A sequence following this section is even better, as Samantha recuperates from Tangiers at a remote country cabin. Shot in jarring fashion to convey the passage of time and the heroine’s fractured state of mind, this sequence is essentially wordless, cutting between Samantha getting stronger and her memories of the bad things that have happened to her in the past (at least one of which seems tied to her current problems). The passage of time is conveyed by a series of repeating shots—Samantha sitting stock upright in a bath, her foot hitting a particular marker while running down a dirt path—and the footage is gorgeous, a respite from the dusty browns of Tangiers. It’s in this sequence, with its gorgeous cinematography and jittery edits, that Hunted truly signals it could be something special.
There are little moments like that in every episode screened. Sometimes, they’re not nearly prominent enough, and sometimes, they threaten to take over. Yet it’s this visual quality, along with George’s performance, that marks this series as one to watch, even if it has its flaws. Hunted sometimes pushes too far, and by episode three, there are something like six or seven storylines flying past, without any real indication of how they’re all hooked in together and varying levels of interest inherent in all of them. In addition, while George is fantastic, her interactions with the rest of the cast (which includes Oz and Lost's Adewale Akinnuoye-Agbaje and Game Of Thrones' Stephen Dillane) often leave something to be desired. There’s a good character here, but there are few immediately compelling relationships.
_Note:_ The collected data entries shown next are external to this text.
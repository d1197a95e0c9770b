/**
 * Levenshtein edit distance through fast-levenshtein (insertions, deletions, substitutions; UTF-16 code
 * units), and the normalised similarity 1 − d / max(|a|, |b|) (the form strsim calls normalized_levenshtein).
 */
import fastLevenshtein from 'fast-levenshtein';

export function levenshtein(a: string, b: string): number {
  return fastLevenshtein.get(a, b);
}

/** 1 − d / max(|a|, |b|) in [0, 1]; two empty strings are identical (1). */
export function levenshteinSimilarity(a: string, b: string): number {
  const longest = Math.max(a.length, b.length);
  if (longest === 0) return 1;
  return 1 - fastLevenshtein.get(a, b) / longest;
}
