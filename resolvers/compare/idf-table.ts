/**
 * Inverse document frequency of name tokens, as an INPUT to soft TF-IDF: the register service builds
 * one from the register's names, `evaluate` from its labelled file. This module stays pure.
 */

export interface IdfTable {
  /** IDF weight of a token (> 0). Tokens never seen get the table's default (the weight of a token seen 0 times). */
  idf(token: string): number;
  /** Number of documents the table was built from. */
  readonly documentCount: number;
}

/**
 * Smoothed IDF: ln((1 + N) / (1 + df)) + 1, the smooth_idf form of scikit-learn's TfidfTransformer
 * (from memory). Smoothing keeps every weight positive, so a name made only of very common tokens
 * ("Holdings Group") still has a non-zero vector, and an unseen token (df = 0) weighs the most.
 */
export function smoothedIdf(documentCount: number, documentFrequency: number): number {
  return Math.log((1 + documentCount) / (1 + documentFrequency)) + 1;
}

/** An IdfTable over given document frequencies (e.g. loaded from the register's token counts). */
export function idfTableFromFrequencies(frequencies: ReadonlyMap<string, number>, documentCount: number): IdfTable {
  if (!Number.isInteger(documentCount) || documentCount < 0) {
    throw new RangeError(`idfTableFromFrequencies: documentCount must be a non-negative integer, got ${documentCount}`);
  }
  const weights = new Map<string, number>();
  for (const [token, df] of frequencies) {
    if (!Number.isInteger(df) || df < 0 || df > documentCount) {
      throw new RangeError(`idfTableFromFrequencies: frequency of token "${token}" must be an integer in 0..${documentCount}, got ${df}`);
    }
    weights.set(token, smoothedIdf(documentCount, df));
  }
  const unseen = smoothedIdf(documentCount, 0);
  return {
    documentCount,
    idf: (token: string): number => weights.get(token) ?? unseen,
  };
}

/** Builds an IdfTable from tokenised documents (one token list per name). A token counts once per document. */
export function buildIdfTable(documents: readonly (readonly string[])[]): IdfTable {
  const frequencies = new Map<string, number>();
  for (const tokens of documents) {
    for (const token of new Set(tokens)) frequencies.set(token, (frequencies.get(token) ?? 0) + 1);
  }
  return idfTableFromFrequencies(frequencies, documents.length);
}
And, finally, the violence in the series can be too much, and it often arrives seemingly out of nowhere. (Those who are horrified by eye trauma should probably skip this one.)
Yet that’s beside the point when considering just how much Hunted does that few other TV series even attempt. Cinemax made a name for itself with Strike Back, but as fun as that series could be, it was a riff on action movie tropes that viewers had seen millions of times before. It’s hard to say that Hunted’s story is anything that fans of the spy genre won’t have heard before, but the way that story is told is so much fun—and so often thrilling—that it doesn’t matter that this is a cover version of a very old song. Hunted feels legitimately like nothing else on TV, and to adventurous viewers, that’s going to count for a lot.